Response of diamond detectors in ultra-high dose-per-pulse electron beams for dosimetry at FLASH radiotherapy

Abstract

Abstract Objective. With increasing investigation of the so-called FLASH effect, the need for accurate real time dosimetry for ultra-high dose rates is also growing. Considering the ultra-high dose-per-pulse (DPP) necessary to produce the ultra-high dose rates for investigations of the FLASH effect, real time dosimetry is a major challenge. In particular, vented ionization chambers, as used for dosimetry in conventional radiotherapy, show significant deviations from linearity with increasing DPP. This is due to recombination losses in the sensitive air volume. Solid state detectors could be an alternative. Due to their good stability of the response with regard to the accumulated dose, diamond detectors such as the microDiamond could be suitable here.
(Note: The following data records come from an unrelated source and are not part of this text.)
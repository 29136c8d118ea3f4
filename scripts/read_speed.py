#!/usr/bin/env python3
"""What it costs to be told nothing: fitamp.read_sweep against pandas.read_csv that is told everything in advance.

    python scripts/read_speed.py [--rows 1000000] [--runs 7]

Both read the same invented file in turn, pandas with separator, header and types given. Times of a shared machine vary,
ratios within one run hardly do; the ratio of each pair of readings is taken, and the median of these is printed, with
the smallest and the largest. The long way, which a file goes that is not plain throughout, is timed on a tenth of the
rows with a word in a column that is not in use.
"""

from __future__ import annotations

import argparse
import statistics
import tempfile
import time
from collections.abc import Callable
from pathlib import Path

import numpy as np
import pandas as pd

import fitamp

TYPES = {"freq_hz": float, "re": float, "im": float}


def write(path: Path, rows: int, *, status: str = "") -> None:
    """Write an invented sweep of so many rows, full digits, with a status column where one is given."""
    freq_hz = np.logspace(1, 8, rows)
    gain = 1e4 * (1 + 1j * freq_hz / 1.6e8) / (1 + 1j * freq_hz / 1e3) / (1 + 1j * freq_hz / 5e7)
    with path.open("w", encoding="utf-8", newline="\n") as stream:
        stream.write("freq_hz,re,im" + (",status" if status else "") + "\n")
        end = f",{status}\n" if status else "\n"
        triples = zip(freq_hz.tolist(), gain.real.tolist(), gain.imag.tolist(), strict=True)
        stream.writelines(f"{f!r},{re!r},{im!r}{end}" for f, re, im in triples)


def seconds(work: Callable[[], object]) -> float:
    """Wall time of one call."""
    start = time.perf_counter()
    work()
    return time.perf_counter() - start


def compare(path: Path, runs: int) -> None:
    """Time both readers in turn and print the ratios."""
    told = {**TYPES, "status": str}
    names = path.read_bytes().split(b"\n", 1)[0].decode().split(",")
    types = {name: told[name] for name in names}
    pairs = []
    for _ in range(runs + 1):
        by_pandas = seconds(lambda: pd.read_csv(path, sep=",", header=0, dtype=types, engine="c", encoding="utf-8"))
        pairs.append((seconds(lambda: fitamp.read_sweep(path)), by_pandas))
    ratios = [ours / theirs for ours, theirs in pairs[1:]]  # the first round warms the file cache
    ours, theirs = (statistics.median(times) for times in zip(*pairs[1:], strict=True))
    print(f"{path.stat().st_size / 1e6:8.1f} MB  {path.name}")
    print(f"{theirs:8.3f} s   pandas.read_csv, told separator, header and types")
    print(f"{ours:8.3f} s   fitamp.read_sweep, told nothing")
    print(f"{statistics.median(ratios):8.2f}     ratio ({min(ratios):.2f} to {max(ratios):.2f} in {runs} pairs)")


def main() -> None:
    """Measure and print."""
    parser = argparse.ArgumentParser(description=__doc__, formatter_class=argparse.RawDescriptionHelpFormatter)
    parser.add_argument("--rows", type=int, default=1_000_000)
    parser.add_argument("--runs", type=int, default=7)
    args = parser.parse_args()
    with tempfile.TemporaryDirectory() as folder:
        plain, words = Path(folder) / "plain.csv", Path(folder) / "with_words.csv"
        write(plain, args.rows)
        compare(plain, args.runs)
        write(words, max(args.rows // 10, 1), status="OK")
        compare(words, max(args.runs // 2, 1))


if __name__ == "__main__":
    main()
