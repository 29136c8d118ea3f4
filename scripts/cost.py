#!/usr/bin/env python3
"""What an analysis costs: its time over that of a plain lmfit fit of the same data, and against the number of points.

    python scripts/cost.py [--runs 9] [--case NAME ...] [--points 100 1000 10000 100000] [--profile]

The plain fit is the benchmark's: four parameters, logarithms, no noise model, one start. The whole analysis is start,
noise, search, lags, intervals, margins and verdict on the residuals; the case "design" fits with what a design file
expects, "compare" is all of `fitamp compare` but reading and writing. Both are timed in turn on the same noisy sweeps
by the processor's clock, which others on the machine hardly move; medians are compared. `--profile` shows instead where
each case spends its time.
"""

from __future__ import annotations

import argparse
import cProfile
import pstats
import statistics
import sys
import time
import warnings
from collections.abc import Callable, Iterator, Sequence
from dataclasses import dataclass, replace
from pathlib import Path

import numpy as np
from benchmarking.methods import METHODS, Method
from benchmarking.scenarios import NOISE, SCENARIOS, Scenario

import fitamp
from fitamp.comparison.expectation import expectation

DESIGN = Path(__file__).resolve().parent.parent / "data_examples" / "line_buffer.toml"
SCALED = "left-zero"
REFERENCE_POINTS = 1000
# Sweeps beyond this size are timed a few times only.
LARGE, RUNS_IF_LARGE = 20_000, 3
PROFILE_LINES = 40


@dataclass(frozen=True, slots=True, kw_only=True)
class Case:
    """Something to time: how a noisy sweep comes about, what is done with it, and the scenario of the plain fit."""

    name: str
    plain: Scenario
    measure: Callable[[np.random.Generator], np.ndarray]
    analyse: Callable[[fitamp.Sweep], object]

    def sweep(self, rng: np.random.Generator) -> fitamp.Sweep:
        """One noisy sweep."""
        return fitamp.Sweep(freq_hz=self.plain.freq_hz, gain=self.measure(rng))


def of_scenario(scenario: Scenario) -> Case:
    """The fit of a scenario of the benchmark, told what the benchmark tells it."""
    return Case(
        name=scenario.name,
        plain=scenario,
        measure=scenario.measure,
        analyse=lambda sweep: fitamp.fit_sweep(sweep, far_pole=scenario.far_pole, delay=scenario.delay),
    )


def with_design() -> Iterator[Case]:
    """Parts as designed in the examples' design file, fitted with its expectation, and compared."""
    design = fitamp.read_design(str(DESIGN))
    plain = SCENARIOS[SCALED]
    exact = design.on_bench().evaluate(plain.freq_hz)
    for name, analyse in (
        ("design", lambda sweep: fitamp.fit_sweep(sweep, **expectation(design).as_arguments())),
        ("compare", lambda sweep: fitamp.compare(sweep, design)),
    ):
        yield Case(
            name=name, plain=plain, measure=lambda rng: fitamp.simulate_bench(exact, NOISE, rng), analyse=analyse
        )


def medians(case: Case, runs: int) -> tuple[float, float]:
    """Milliseconds of the analysis and of the plain fit, each the median of `runs` sweeps fitted in turn."""
    whole, plain = [], []
    for run in range(runs):
        sweep = case.sweep(np.random.default_rng([7, run]))
        whole.append(milliseconds(lambda sweep=sweep: case.analyse(sweep)))
        plain.append(milliseconds(lambda sweep=sweep: METHODS[Method.LMFIT_LOG](case.plain, sweep.gain)))
    return statistics.median(whole), statistics.median(plain)


def milliseconds(work: Callable[[], object]) -> float:
    """Processor time of some work, of all threads; what a plain fit warns of is not what is measured here."""
    with warnings.catch_warnings(), np.errstate(all="ignore"):
        warnings.simplefilter("ignore")
        start = time.process_time()
        work()
        return 1e3 * (time.process_time() - start)


def print_ratios(cases: Sequence[Case], runs: int) -> None:
    """One line a case."""
    print(f"whole analysis over plain fit, medians of {runs} sweeps of {SCENARIOS[SCALED].points} points")
    print(f"{'case':<15}{'whole ms':>10}{'plain ms':>10}{'ratio':>8}", flush=True)
    ratios = []
    for case in cases:
        whole, plain = medians(case, runs)
        ratios.append(whole / plain)
        print(f"{case.name:<15}{whole:>10.1f}{plain:>10.2f}{whole / plain:>8.1f}", flush=True)
    print(f"{'median':<15}{'':>20}{statistics.median(ratios):>8.1f}\n", flush=True)


def print_scaling(points: Sequence[int], runs: int) -> None:
    """One line a number of points; per point, against that at the reference."""
    print(f"time against points, scenario {SCALED}")
    print(f"{'points':<15}{'whole ms':>10}{'plain ms':>10}{'ratio':>8}   per point, {REFERENCE_POINTS} = 1")
    found = {}
    for count in sorted({*points, REFERENCE_POINTS}):
        case = of_scenario(replace(SCENARIOS[SCALED], points=count))
        found[count] = medians(case, min(runs, RUNS_IF_LARGE) if count > LARGE else runs)
    reference = found[REFERENCE_POINTS][0] / REFERENCE_POINTS
    for count in sorted(points):
        whole, plain = found[count]
        print(f"{count:<15}{whole:>10.1f}{plain:>10.2f}{whole / plain:>8.1f}   {whole / count / reference:.2f}")


def print_profile(case: Case, runs: int) -> None:
    """Where the analysis of a case spends its time, by cumulative time."""
    profile = cProfile.Profile()
    for run in range(runs):
        sweep = case.sweep(np.random.default_rng([7, run]))
        profile.runcall(case.analyse, sweep)
    print(f"{case.name}: {runs} sweeps")
    pstats.Stats(profile).strip_dirs().sort_stats("cumulative").print_stats(PROFILE_LINES)


def main(arguments: Sequence[str]) -> int:
    """Run and print; the exit code."""
    cases = {case.name: case for case in (*map(of_scenario, SCENARIOS.values()), *with_design())}
    parser = argparse.ArgumentParser(
        prog="cost", description=__doc__, formatter_class=argparse.RawDescriptionHelpFormatter
    )
    parser.add_argument("--runs", type=int, default=9, help="noisy sweeps a line (default 9)")
    parser.add_argument("--case", nargs="+", choices=cases, metavar="NAME", help=f"of {', '.join(cases)}")
    parser.add_argument("--points", nargs="*", type=int, default=[100, 1000, 10_000, 100_000], metavar="N")
    parser.add_argument("--profile", action="store_true", help="show where the time goes instead")
    args = parser.parse_args(arguments)
    if args.runs < 1 or min(args.points, default=100) < 100:
        parser.error("--runs must be 1 or more, --points 100 or more")
    chosen = [case for name, case in cases.items() if args.case is None or name in args.case]
    for case in chosen:  # so that no line pays for imports
        medians(case, 1)
    if args.profile:
        for case in chosen:
            print_profile(case, args.runs)
        return 0
    print_ratios(chosen, args.runs)
    if args.points:
        print_scaling(args.points, args.runs)
    return 0


if __name__ == "__main__":
    sys.exit(main(sys.argv[1:]))
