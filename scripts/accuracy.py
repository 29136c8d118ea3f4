#!/usr/bin/env python3
"""How near the statistical limit the fit is: error over the Cramér–Rao bound, and coverage of the 95 % intervals.

    python scripts/accuracy.py [--runs 100] [--seed 1]

The standard scenario is invented: 281 points from 10 Hz to 100 MHz, 82 dB, poles at 1.2 kHz and 58 MHz, a zero at
110 MHz in the left half plane; receiver floors of 2e-5 for a drive of 1 and a gain error of 0.1 %, neither told to the
fit. The bound is computed by differences of the true response (benchmarking/bound.py), not by the package's own
derivatives.
"""

from __future__ import annotations

import argparse
from operator import itemgetter

import numpy as np
from benchmarking.bound import CORE, cramer_rao, loop_gain

import fitamp

NOISE = fitamp.NoiseLevels(error_channel=2e-5, return_channel=2e-5, relative=1e-3)
FREQ_HZ = np.geomspace(10.0, 100e6, 281)
ZERO_HZ = {"left zero": -110e6, "right zero": 110e6, "n = 1": None}


def truth(zero_hz: float | None) -> dict[str, float]:
    """T(0), pole 1, pole 2 and zero time in SI units."""
    zero_time_s = 0.0 if zero_hz is None else -1 / (2 * np.pi * zero_hz)
    return dict(zip(CORE, (10 ** (82 / 20), 1.2e3, 58e6, zero_time_s), strict=True))


# Noise-free loops: both half planes, no zero, a complex pair, pole 1 from 1 Hz to 10 kHz, pole 2 over four decades:
# pole 1 and pole 2 (or a pair), and the zero's place as a share of 1/pole 2.
EXACT_CASES = [
    (1.0, 1e5, 0.5),
    (1.0, 1e6, -0.5),
    (10.0, 1e7, 0.0),
    (100.0, 1e6, 3.0),
    (100.0, 1e8, -0.3),
    (1e3, 1e5, -0.5),
    (1.2e3, 58e6, 0.53),
    (1.2e3, 58e6, -0.53),
    (1.2e3, 58e6, 0.0),
    (1e4, 1e9, 0.8),
    (1e4, 1e6, 0.9),
    (1e6 + 3e6j, 1e6 - 3e6j, 0.5),
]


def worst_exact_error() -> float:
    """Largest relative error of a pole, or of the zero time (against 1/pole 2 where there is none), over all cases."""
    worst = 0.0
    for pole1_hz, pole2_hz, share in EXACT_CASES:
        zero_time_s = share / (2 * np.pi * abs(pole2_hz))
        top_hz = max(20 * abs(pole2_hz), 1e6)
        freq_hz = np.geomspace(max(abs(pole1_hz) / 30, 0.03), top_hz, 301)
        s = 1j * freq_hz
        gain = 1e4 * (1 + 2 * np.pi * s * zero_time_s) / ((1 + s / pole1_hz) * (1 + s / pole2_hz))
        fit = fitamp.fit_sweep(fitamp.Sweep(freq_hz=freq_hz, gain=gain))
        true = sorted((-pole1_hz, -pole2_hz), key=lambda pole: (abs(pole), complex(pole).imag))
        found = sorted((root.value_hz for root in fit.poles[:2]), key=lambda pole: (abs(pole), pole.imag))
        errors = [abs(a - b) / abs(b) for a, b in zip(found, true, strict=True)]
        scale_s = abs(zero_time_s) or 1 / (2 * np.pi * abs(pole2_hz))
        worst = max(worst, *errors, abs(fit.parameters.zero_time_s.value - zero_time_s) / scale_s)
    return worst


def main() -> None:
    """Run and print the table."""
    parser = argparse.ArgumentParser(description=__doc__, formatter_class=argparse.RawDescriptionHelpFormatter)
    parser.add_argument("--runs", type=int, default=100)
    parser.add_argument("--seed", type=int, default=1)
    args = parser.parse_args()
    print(f"{len(EXACT_CASES)} noise-free loops: largest relative error of a root {worst_exact_error():.1e}")
    print(f"{args.runs} noisy sweeps a scenario, seed {args.seed}; noise unknown to the fit")
    print(f"{'scenario':<12} {'quantity':<13} {'RMSE/bound':>10} {'bias/bound':>10} {'coverage':>9}")
    for name, zero_hz in ZERO_HZ.items():
        rng = np.random.default_rng(args.seed)
        values = truth(zero_hz)
        gain, true = loop_gain(FREQ_HZ, values), np.array(list(values.values()))
        bound = cramer_rao(FREQ_HZ, values, NOISE, [itemgetter(name) for name in CORE])
        errors, covered, inadequate = [], [], 0
        for _ in range(args.runs):
            sweep = fitamp.Sweep(freq_hz=FREQ_HZ, gain=fitamp.simulate_bench(gain, NOISE, rng))
            fit = fitamp.fit_sweep(sweep)
            inadequate += not fit.adequacy.adequate
            estimates = [getattr(fit.parameters, quantity) for quantity in CORE]
            errors.append([estimate.value - value for estimate, value in zip(estimates, true, strict=True)])
            covered.append([e.ci95[0] <= value <= e.ci95[1] for e, value in zip(estimates, true, strict=True)])
        ratio = np.sqrt((np.array(errors) ** 2).mean(axis=0)) / bound
        bias = np.array(errors).mean(axis=0) / bound
        for index, quantity in enumerate(CORE):
            share = np.mean(covered, axis=0)[index]
            print(f"{name:<12} {quantity:<13} {ratio[index]:>10.2f} {bias[index]:>+10.2f} {share:>8.0%}")
        print(f"{name:<12} called inadequate in {inadequate} of {args.runs}")


if __name__ == "__main__":
    main()
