"""The classic straight lines: points, line, band, and what they say against the truth and against the joint fit."""

from __future__ import annotations

from dataclasses import replace

import numpy as np
import pytest
from numpy.testing import assert_allclose
from stepped_parts import BASE, DESIGN, NOMINAL, STEPS, drawn, swept

from fitamp.design import Bench
from fitamp.elements import Condition, ElementEstimate, LineFit, LineKind, estimate_elements, line_fits
from fitamp.elements.lines import Line

BARE = replace(DESIGN, bench=Bench(delay_s=0.0))
DIE = drawn(5)
LOADS = tuple(Condition(load_added_f=load_f) for load_f in (0.0, 4e-12, 8e-12, 16e-12))


@pytest.fixture(scope="module")
def stepped() -> ElementEstimate:
    return estimate_elements(swept(DIE, STEPS, 4, bench_load_f=0.0), BARE, conditions=STEPS)


def within(line: LineFit, slope: float, intercept: float) -> None:
    for found, expected in ((line.slope, slope), (line.intercept, intercept)):
        assert found.value is not None
        assert found.stderr is not None
        assert abs(found.value - expected) < 3.5 * found.stderr
        assert found.stderr < 0.03 * abs(expected)


def test_both_lines_are_those_of_the_part(stepped: ElementEstimate) -> None:
    pole2, zero = line_fits(stepped)
    assert (pole2.kind, zero.kind) == (LineKind.POLE2, LineKind.ZERO)
    # Hand calculation: slope (C1 + Cc)/(gm2·Cc), but for what R1, R2 and Rz add, below 2 % here; the intercept is the
    # hand formula of the second pole as a time.
    slope = (DIE.C1 + DIE.Cc) / (DIE.gm2 * DIE.Cc)
    assert pole2.slope.value == pytest.approx(slope, rel=0.02)
    assert pole2.intercept.value == pytest.approx(1 / (2 * np.pi * DIE.pole2_approx_hz), rel=0.02)
    within(zero, DIE.Cc, DIE.zero_time_s)
    assert zero.meaning == zero.slope
    for line in (pole2, zero):
        within(line, line.joint.slope, line.joint.intercept)


def test_points_are_those_of_the_sweeps(stepped: ElementEstimate) -> None:
    pole2, zero = line_fits(stepped)
    assert pole2.files == ("step0.csv", "step1.csv", "step2.csv")
    assert_allclose(pole2.x, [0.0, 5e-12, 15e-12])
    assert len(zero.files) == 5
    assert_allclose(np.sort(zero.x), [-400.0, 0.0, 0.0, 0.0, 500.0])
    assert (pole2.freedom, zero.freedom) == (1, 3)
    zeros = [fit.parameters.zero_time_s.value for fit in stepped.fits]
    assert_allclose(zero.y, np.array(zeros, dtype=float))


def test_the_load_beyond_the_design_is_found_by_the_line() -> None:
    # C1 as designed, so that the line's assumption holds; 1 pF that nobody designed.
    die = NOMINAL.with_changes(CL=5e-12, gm2=1.75e-3)
    design = replace(DESIGN, bench=Bench(load_f=2e-12, load_spread=0.02, delay_s=0.0))
    estimate = estimate_elements(swept(die, LOADS, 3), design, conditions=LOADS)
    (pole2,) = line_fits(estimate)
    meaning = pole2.meaning
    assert meaning.value is not None
    assert meaning.stderr is not None
    assert abs(meaning.value - 1e-12) < 3 * meaning.stderr
    # Bench 2 pF ± 2 % and C1 ± 20 % of 0.2 pF in series with Cc are its error, hardly the points.
    assert meaning.stderr == pytest.approx(np.hypot(0.04e-12, 0.04e-12 * (1.8 / 2.0) ** 2), rel=0.15)
    joint = estimate.parasitics.load_f
    assert joint.value is not None
    assert joint.stderr is not None
    assert abs(meaning.value - joint.value) < 3 * np.hypot(meaning.stderr, joint.stderr)


def test_weighted_least_squares_is_that_of_numpy(stepped: ElementEstimate) -> None:
    # numpy.polyfit with weights, its covariance not scaled, is the second opinion.
    for line in line_fits(stepped):
        scale = np.ptp(line.x)
        coefficients, covariance = np.polyfit(line.x / scale, line.y, 1, w=1 / line.y_stderr, cov="unscaled")
        assert line.slope.value == pytest.approx(coefficients[0] / scale, rel=1e-9)
        assert line.intercept.value == pytest.approx(coefficients[1], rel=1e-9)
        widened = max(line.chi_square / line.freedom, 1.0)
        assert line.covariance[1, 1] == pytest.approx(covariance[0, 0] / scale**2 * widened, rel=1e-9)
        assert line.covariance[0, 1] == pytest.approx(covariance[0, 1] / scale * widened, rel=1e-9)


def test_the_band_is_narrowest_among_the_points(stepped: ElementEstimate) -> None:
    _, zero = line_fits(stepped)
    low, high = zero.band([-2000.0, 0.0, 2000.0])
    assert_allclose((low + high) / 2, zero.line.at([-2000.0, 0.0, 2000.0]))
    width = high - low
    assert width[1] < width[0]
    assert width[1] < width[2]
    assert width[1] == pytest.approx(2 * zero.quantile * (zero.intercept.stderr or 0.0))


def test_without_steps_there_is_no_line() -> None:
    assert line_fits(estimate_elements(swept(DIE, [BASE], 4, bench_load_f=0.0), BARE)) == ()


def test_a_sweep_that_was_left_out_is_no_point() -> None:
    conditions = (*STEPS, Condition(load_added_f=10e-12))
    sweeps = swept(DIE, conditions, 4, bench_load_f=0.0)
    sweeps[2] = swept(DIE.with_changes(CL=1.05 * DIE.CL), conditions, 4, bench_load_f=0.0)[2]
    pole2 = line_fits(estimate_elements(sweeps, BARE, conditions=conditions))[0]
    assert pole2.files == ("step0.csv", "step1.csv", "step5.csv")


def test_a_line_is_a_line() -> None:
    assert_allclose(Line(intercept=1.0, slope=2.0).at([0.0, 3.0]), [1.0, 7.0])
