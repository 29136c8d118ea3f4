#!/usr/bin/env python3
"""How long the commands take against what they cannot avoid: ratios within one run, for noisy machines.

    python scripts/startup.py [--runs 7]

`fitamp --help` is held against importing argparse; `fitamp compare` with pictures against importing numpy,
scipy.optimize, lmfit and matplotlib.pyplot plus the drawing itself. Each is run in turn, several times; medians are
compared.
"""

from __future__ import annotations

import argparse
import statistics
import subprocess
import sys
import tempfile
import time
from collections.abc import Sequence
from pathlib import Path

EXAMPLES = Path(__file__).resolve().parent.parent / "data_examples"
SWEEP, DESIGN = EXAMPLES / "part_a_healthy.csv", EXAMPLES / "line_buffer.toml"
STAGES = f"""
import time
marks = [("", time.perf_counter())]
def mark(name):
    marks.append((name, time.perf_counter()))
import numpy, scipy.optimize, lmfit; mark("import numpy, scipy.optimize, lmfit")
import fitamp.commands, fitamp.plots; mark("import the rest (fitamp, matplotlib's figures, scikit-rf's part)")
sweep = fitamp.read_sweep({str(SWEEP)!r}); mark("read the sweep")
design = fitamp.read_design({str(DESIGN)!r}); mark("read the design")
result = fitamp.compare(sweep, design); mark("fit and compare")
figures = fitamp.plots.comparison_figures(result)
import pathlib, tempfile
with tempfile.TemporaryDirectory() as folder:
    fitamp.plots.save_figures(figures, pathlib.Path(folder)); mark("draw and save the pictures")
for (_, before), (name, after) in zip(marks, marks[1:]):
    print(f"{{after - before:.4f}} {{name}}")
"""


def seconds(command: Sequence[str]) -> float:
    """Wall time of a process that must succeed."""
    start = time.perf_counter()
    subprocess.run([sys.executable, *command], check=True, stdout=subprocess.DEVNULL)
    return time.perf_counter() - start


def stages() -> dict[str, float]:
    """Seconds of each stage of a comparison in one fresh process."""
    done = subprocess.run([sys.executable, "-c", STAGES], check=True, capture_output=True, text=True, encoding="utf-8")
    pairs = (line.split(" ", 1) for line in done.stdout.splitlines())
    return {name: float(number) for number, name in pairs}


def main() -> None:
    """Measure and print."""
    parser = argparse.ArgumentParser(description=__doc__, formatter_class=argparse.RawDescriptionHelpFormatter)
    parser.add_argument("--runs", type=int, default=7)
    runs: int = parser.parse_args().runs
    imports = "import numpy, scipy.optimize, lmfit, matplotlib.pyplot"
    with tempfile.TemporaryDirectory() as folder:
        compare = ["compare", str(SWEEP), "--design", str(DESIGN), "--out", f"{folder}/out", "--force"]
        commands = {
            "import argparse": ["-c", "import argparse"],
            "fitamp --help": ["-m", "fitamp", "--help"],
            "bare imports": ["-c", imports],
            "fitamp compare --out": ["-m", "fitamp", *compare],
        }
        taken: dict[str, list[float]] = {name: [] for name in commands}
        detail: list[dict[str, float]] = []
        for _ in range(runs + 1):
            for name, command in commands.items():
                taken[name].append(seconds(command))
            detail.append(stages())
    # The first round warms the file cache and the compiled modules.
    medians = {name: statistics.median(values[1:]) for name, values in taken.items()}
    parts = {name: statistics.median(stage[name] for stage in detail[1:]) for name in detail[0]}
    drawing = parts["draw and save the pictures"]
    for name, median in medians.items():
        print(f"{median:7.3f} s  {name}")
    print(f"{medians['fitamp --help'] / medians['import argparse']:7.2f}    fitamp --help over import argparse")
    bare = medians["bare imports"] + drawing
    print(f"{medians['fitamp compare --out'] / bare:7.2f}    fitamp compare --out over bare imports and drawing")
    print("where a comparison's time goes:")
    for name, median in parts.items():
        print(f"{median:7.3f} s  {name}")


if __name__ == "__main__":
    main()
The aims of this work are to investigate the response of microDiamond and adapted microDiamond prototypes in ultra-high DPP electron beams, to understand the underlying effects and to draw conclusions for further detector developments. Approach. For the study, an electron beam with a DPP up to 6.5 Gy and a pulse duration of 2.5 μs was used to fulfill the conditions under which the FLASH effect was observed. As a dose rate-independent reference, alanine dosimeters were used. Main Results. It has been shown that the commercially available microDiamond detectors have limitations in terms of linearity at ultra-high DPP. But this is not an intrinsic limitation of the detector principle. The deviations from linearity were correlated with the series resistance and the sensitivity. It could be shown that the linear range can be extended towards ultra-high DPP range by reducing the sensitivity in combination with a low series resistance of the detectors. Significance. The work shows that synthetic single crystal diamond detectors working as Schottky photodiodes are in principle suitable for FLASH-RT dosimetry at electron linear accelerators.